[Soc-2009-dev] Weekly (late) report and IBL integration

Matt Ebb mattebb at gmail.com
Sun May 24 02:57:47 CEST 2009


On Sun, May 24, 2009 at 4:07 AM, Jingyuan Huang
<jingyuan.huang at gmail.com> wrote:
> However, if we create light envs by ourself, we only have
> coefficients. An HDR image can be calculated (and store as a file)
> from those coefficients, but for internal uses I think it's easier to
> keep them as coefficients. IBL methods other than SH can use an HDR
> image, not the coefficients. For example, a user wants to use light
> paint method to light the scene, however he/she already knows that
> there's a light env in another blender file that can be used. Instead
> of opening that blend file and export the light env into an HDR image
> and load it into the desired scene, he/she can link the light env from
> that blend file.


Yeah, I realise what you're saying, but I think it's better to keep
things simple. I don't want to have to worry about the distinction
between light probes, SH coefficients, etc - it's much easier if it's
all one and the same. Like I said, HDR files are nice and tangible,
adding abstract 'light envs' into the mix just makes things more
complicated, imo needlessly complicated. I know you're not proposing
to use the terminology spherical harmonics coefficients anywhere, but
artists may be confused by the distinction between 'light environment'
and 'hdr light probe'. And there's really not a huge reason to the
have the distinction anyway.

That's what I liked about your original proposal, it's was nice and
simple, easy to understand and visualise - it's 'a method of
generating HDR light probe images'. You do some painting and get an
image out of it. It's analogous to painting in Blender's image
editor/3d view. You can generate new images, paint on them, test
render them, but if you want to keep them and use them again, you just
save it to disk. Light paint can be completely consistent with this.

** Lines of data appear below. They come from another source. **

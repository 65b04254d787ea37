package ingest

import (
	"slices"
	"strings"
	"sync"
	"unicode/utf8"
)

// source is a text cut into lines, with the delimiter that cuts lines into
// cells. Cells are parts of the text; nothing is copied.
type source struct {
	name     string
	text     string
	encoding string
	lines    []line // those that are not blank

	delim   byte // ',' ';' '\t' '|', blanks for runs of blanks, or cellMark in a spreadsheet
	decimal byte // '.' or ','
	sheet   string

	headerCells int // looked at so far

	scratch *scratch // nil in a spreadsheet
}

// scratch is memory that is needed while a file is read and not by its sweeps. In
// a batch the next file uses it again.
type scratch struct {
	lines  []line
	values []float64 // columns
}

var scratches = sync.Pool{New: func() any { return new(scratch) }}

// column takes memory for a column of so many values; the last argument is how
// many columns will be asked for in all.
func (s *scratch) column(rows, columns int) []float64 {
	if s == nil {
		return make([]float64, 0, rows)
	}
	if n := len(s.values) + rows; n > cap(s.values) {
		s.values = make([]float64, 0, max(n, rows*columns))
	}
	from := len(s.values)
	s.values = s.values[:from+rows]
	return s.values[from:from:len(s.values)]
}

// release gives the scratch memory back. Nothing of the source is used after.
func (s *source) release() {
	if s.scratch == nil {
		return
	}
	s.scratch.lines, s.scratch.values = s.lines[:0], s.scratch.values[:0]
	scratches.Put(s.scratch)
	s.lines, s.scratch = nil, nil
}

const (
	blanks   = ' '
	cellMark = '\x1f' // between the cells of a spreadsheet
)

// line is text[start:end], without the line's end; num counts from 1 and jumps
// where blank lines were.
type line struct {
	start, end int32
	num        int32
}

// span is a cell: text[start:end], without the blanks and quotes around it.
type span struct{ start, end int32 }

// newSource cuts text at LF, CR LF, or CR alone where the text has no LF.
func newSource(name, text, enc string) *source {
	s := &source{name: name, text: text, encoding: enc, decimal: '.', scratch: scratches.Get().(*scratch)}
	end := byte('\n')
	if strings.IndexByte(text, '\n') < 0 {
		end = '\r'
	}
	quotes := strings.IndexByte(text, '"') >= 0
	s.lines = slices.Grow(s.scratch.lines[:0], strings.Count(text, string(rune(end)))+1)
	num := int32(0)
	for start := 0; start < len(text); {
		stop := strings.IndexByte(text[start:], end)
		next := start + stop + 1
		if stop < 0 {
			stop, next = len(text)-start, len(text)
		}
		num++
		from, to := start, start+stop
		extra := int32(0)
		if quotes {
			if more, lines := openQuote(text, start, start+stop, end); lines > 0 {
				to, next, extra = more, min(more+1, len(text)), int32(lines)
			}
		}
		for to > from && (text[to-1] == '\r' || isBlank(text[to-1])) {
			to--
		}
		if to > from {
			s.lines = append(s.lines, line{int32(from), int32(to), num})
		}
		num += extra
		start = next
	}
	return s
}

// openQuote looks for a quoted cell that begins on the line text[start:stop] and
// runs over the next lines, as spreadsheets write headers of two lines. It
// returns the end of the line on which the cell closes and how many further
// lines that takes, 0 if there is no such cell.
func openQuote(text string, start, stop int, end byte) (to, lines int) {
	const most = 4
	if strings.Count(text[start:stop], `"`)%2 == 0 {
		return 0, 0
	}
	at := start + strings.LastIndexByte(text[start:stop], '"')
	if at > start && strings.IndexByte(",;\t|", text[at-1]) < 0 {
		return 0, 0
	}
	for n := 1; n <= most && stop < len(text); n++ {
		from := stop + 1
		length := strings.IndexByte(text[from:], end)
		if length < 0 {
			length = len(text) - from
		}
		stop = from + length
		i := strings.IndexByte(text[from:stop], '"')
		if i < 0 {
			continue
		}
		if i += from + 1; i < stop && strings.IndexByte(",;\t|\r", text[i]) < 0 {
			return 0, 0
		}
		if strings.Count(text[from:stop], `"`)%2 == 1 {
			return stop, n
		}
		// The line closes the cell and opens another.
	}
	return 0, 0
}

func isBlank(c byte) bool { return c == ' ' || c == '\t' || c == '\v' || c == '\f' }

func (s *source) lineText(l line) string { return s.text[l.start:l.end] }

func (s *source) cell(c span) string { return s.text[c.start:c.end] }

// column is the place of a cell for a message: characters from the line's
// start, or the number of the cell in a spreadsheet.
func (s *source) column(l line, cells []span, i int) int {
	if s.sheet != "" {
		return i + 1
	}
	if i >= len(cells) {
		return utf8.RuneCountInString(s.lineText(l)) + 1
	}
	return utf8.RuneCountInString(s.text[l.start:cells[i].start]) + 1
}

// split cuts a line into cells, in the given slice's memory.
func (s *source) split(l line, cells []span) []span {
	if cells == nil {
		cells = make([]span, 0, 8)
	}
	return s.splitRange(l.start, l.end, cells[:0])
}

func (s *source) splitRange(start, end int32, cells []span) []span {
	text := s.text
	if s.delim == blanks {
		return splitBlanks(text, start, end, cells)
	}
	delim := s.delim
	for i := start; ; {
		for i < end && text[i] != delim && isBlank(text[i]) {
			i++
		}
		from := i
		if i < end && text[i] == '"' && delim != cellMark {
			if stop, next, ok := quoted(text, i, end, delim); ok {
				cells = append(cells, span{i + 1, stop})
				if next > end {
					return cells
				}
				i = next
				continue
			}
		}
		for i < end && text[i] != delim {
			i++
		}
		to := i
		for to > from && isBlank(text[to-1]) {
			to--
		}
		cells = append(cells, span{from, to})
		if i >= end {
			return cells
		}
		i++
	}
}

func splitBlanks(text string, start, end int32, cells []span) []span {
	for i := start; i < end; {
		for i < end && isBlank(text[i]) {
			i++
		}
		if i >= end {
			break
		}
		if text[i] == '"' {
			if stop, next, ok := quoted(text, i, end, blanks); ok {
				cells = append(cells, span{i + 1, stop})
				i = next
				continue
			}
		}
		from := i
		for i < end && !isBlank(text[i]) {
			i++
		}
		cells = append(cells, span{from, i})
	}
	return cells
}

// quoted finds the end of the quoted cell that opens at i: its closing quote
// must stand before a delimiter or the line's end; a doubled quote is part of
// it. next is where the following cell starts, beyond end if there is none. A
// cell does not run over lines: a lone quote is then text.
func quoted(text string, i, end int32, delim byte) (stop, next int32, ok bool) {
	for j := i + 1; j < end; j++ {
		if text[j] != '"' {
			continue
		}
		if j+1 < end && text[j+1] == '"' {
			j++
			continue
		}
		k := j + 1
		for k < end && isBlank(text[k]) && text[k] != delim {
			k++
		}
		if k >= end {
			return j, end + 1, true
		}
		if text[k] == delim || delim == blanks && isBlank(text[k]) || delim == blanks && k > j+1 {
			return j, k + 1 - b2i(delim == blanks), true
		}
		return 0, 0, false
	}
	return 0, 0, false
}

func b2i(b bool) int32 {
	if b {
		return 1
	}
	return 0
}

// commentSigns start a line that is no data. A semicolon does too where it is
// not the delimiter.
func (s *source) isComment(l line) bool {
	if s.sheet != "" {
		return false
	}
	i := l.start
	for i < l.end && isBlank(s.text[i]) {
		i++
	}
	if i >= l.end {
		return false
	}
	switch s.text[i] {
	case '#', '%', '!':
		return true
	case ';':
		return s.delim != ';'
	case '/':
		return i+1 < l.end && s.text[i+1] == '/'
	}
	return false
}

// uncomment returns the line without its comment signs.
func (s *source) uncomment(l line) line {
	if !s.isComment(l) {
		return l
	}
	for l.start < l.end && strings.IndexByte("#%!;/ \t", s.text[l.start]) >= 0 {
		l.start++
	}
	return l
}

// sniffLines is how many lines, evenly spread, the choice of the delimiter looks at.
const sniffLines = 32

// detectDelimiter chooses delimiter and decimal sign: those under which the
// most cells of the lines looked at are numbers. A line counts for the square
// of its numbers over its cells, at least two of them numbers, so that cutting
// at a decimal comma loses.
func (s *source) detectDelimiter() {
	type choice struct{ delim, decimal byte }
	choices := [...]choice{{',', '.'}, {';', '.'}, {';', ','}, {'\t', '.'}, {'\t', ','}, {'|', '.'}, {'|', ','}, {blanks, '.'}, {blanks, ','}}
	var score [len(choices)]float64
	var cells []span
	n := len(s.lines)
	look := func(l line) {
		if s.isComment(l) {
			return
		}
		var has [256]bool
		for _, c := range []byte(s.text[l.start:l.end]) {
			has[c] = true
		}
		has[blanks] = has[blanks] || has['\t']
		for i, c := range choices {
			if !has[c.delim] || c.decimal == ',' && !has[','] {
				continue
			}
			s.delim = c.delim
			numbers := 0
			if c.delim != blanks && c.decimal == '.' {
				numbers = s.onlyNumbers(l)
			}
			total := numbers
			if numbers == 0 {
				cells = s.split(l, cells)
				for _, cell := range cells {
					t := s.cell(cell)
					if t == "" {
						continue
					}
					total++
					if looksNumber(t, c.decimal) {
						numbers++
					}
				}
			}
			if numbers >= 2 {
				score[i] += float64(numbers*numbers) / float64(total)
			}
		}
	}
	step := max(1, n/sniffLines)
	for i := n - 1; i >= 0; i -= step {
		look(s.lines[i])
	}
	best := 0
	for i := range choices {
		if score[i] > score[best] {
			best = i
		}
	}
	s.delim, s.decimal = choices[best].delim, choices[best].decimal
	if score[best] == 0 {
		// No rows of numbers: only the wording of an error depends on it.
		for _, c := range []byte{',', ';', '\t', blanks} {
			for _, l := range s.lines {
				if strings.IndexByte(s.lineText(l), c) >= 0 {
					s.delim, s.decimal = c, '.'
					return
				}
			}
		}
	}
}

// onlyNumbers counts the cells of a line that has nothing but plain numbers with
// decimal points, 0 for any other line. It is a quick look.
func (s *source) onlyNumbers(l line) int {
	i, end := int(l.start), int(l.end)
	for n := 1; ; n++ {
		_, next, ok := decimal(s.text, i)
		switch {
		case !ok:
			return 0
		case next >= end:
			return n
		case s.text[next] != s.delim:
			return 0
		}
		i = next + 1
	}
}

// checkDecimal refuses a file whose commas could all group thousands: "1,500"
// may be one and a half or fifteen hundred. One number that can be read in one
// way only settles it.
func (s *source) checkDecimal() *Error {
	if s.decimal != ',' {
		return nil
	}
	var cells []span
	var first *Error
	for _, l := range s.lines {
		if s.isComment(l) {
			continue
		}
		cells = s.split(l, cells)
		for i, c := range cells {
			t := s.cell(c)
			if strings.IndexByte(t, ',') < 0 || !looksNumber(t, ',') {
				continue
			}
			if !thousands(t) {
				return nil
			}
			if first == nil {
				first = &Error{Line: int(l.num), Column: s.column(l, cells, i), Found: t, Err: ErrAmbiguous,
					Expected: "numbers whose comma is clearly decimal", Hint: "save with a decimal point and without thousands separators"}
			}
		}
	}
	return first
}

// delimiterName is for Reading.
func (s *source) delimiterName() string {
	switch s.delim {
	case ',':
		return "comma"
	case ';':
		return "semicolon"
	case '\t':
		return "tab"
	case '|':
		return "vertical bar"
	case blanks:
		return "blanks"
	}
	return "cells"
}

func (s *source) decimalName() string {
	if s.decimal == ',' {
		return "comma"
	}
	return "point"
}
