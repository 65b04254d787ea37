// Package report turns the analysis of a sweep into something to read or to
// hand on.
//
// A report is plain data first: [New] takes an analysis and makes a [Fit], the
// record with the schema realpart.fit/1, which holds every number and word
// that is said about a sweep. The rest are views of it: [WriteJSON],
// [WriteText], [WriteCSV]. Curves over frequency, which the record does not
// hold, are [Traces]; from them come the small plot of [Sketch] and the table
// of [WriteResiduals]. [DrawText] draws a circuit in characters.
//
// Pictures, the page and the netlist are made by the packages below this one:
// report/figure, report/schematic, report/page and report/netlist.
//
// Every number of a record is in SI base units and finite; a number that does
// not exist is absent. Text gives numbers with SI prefixes, rounded as GUM
// 7.2.6 asks: the uncertainty to two significant digits, the value to the same
// place.
package report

PS. one other small argument about the distinction between 'lighting
environments' and just hdr images, is that with just plain images, you
have the ability to use the image for both lighting, and as a
reflection environment/reflection map. Using the image itself, you can
easily assign it around to multiple textures, used in image based
lighting, reflection maps, etc and then if you want to replace that
image, the changes automatically ripple though. This is quite nice
when testing different lighting setups, and it's also very simple :).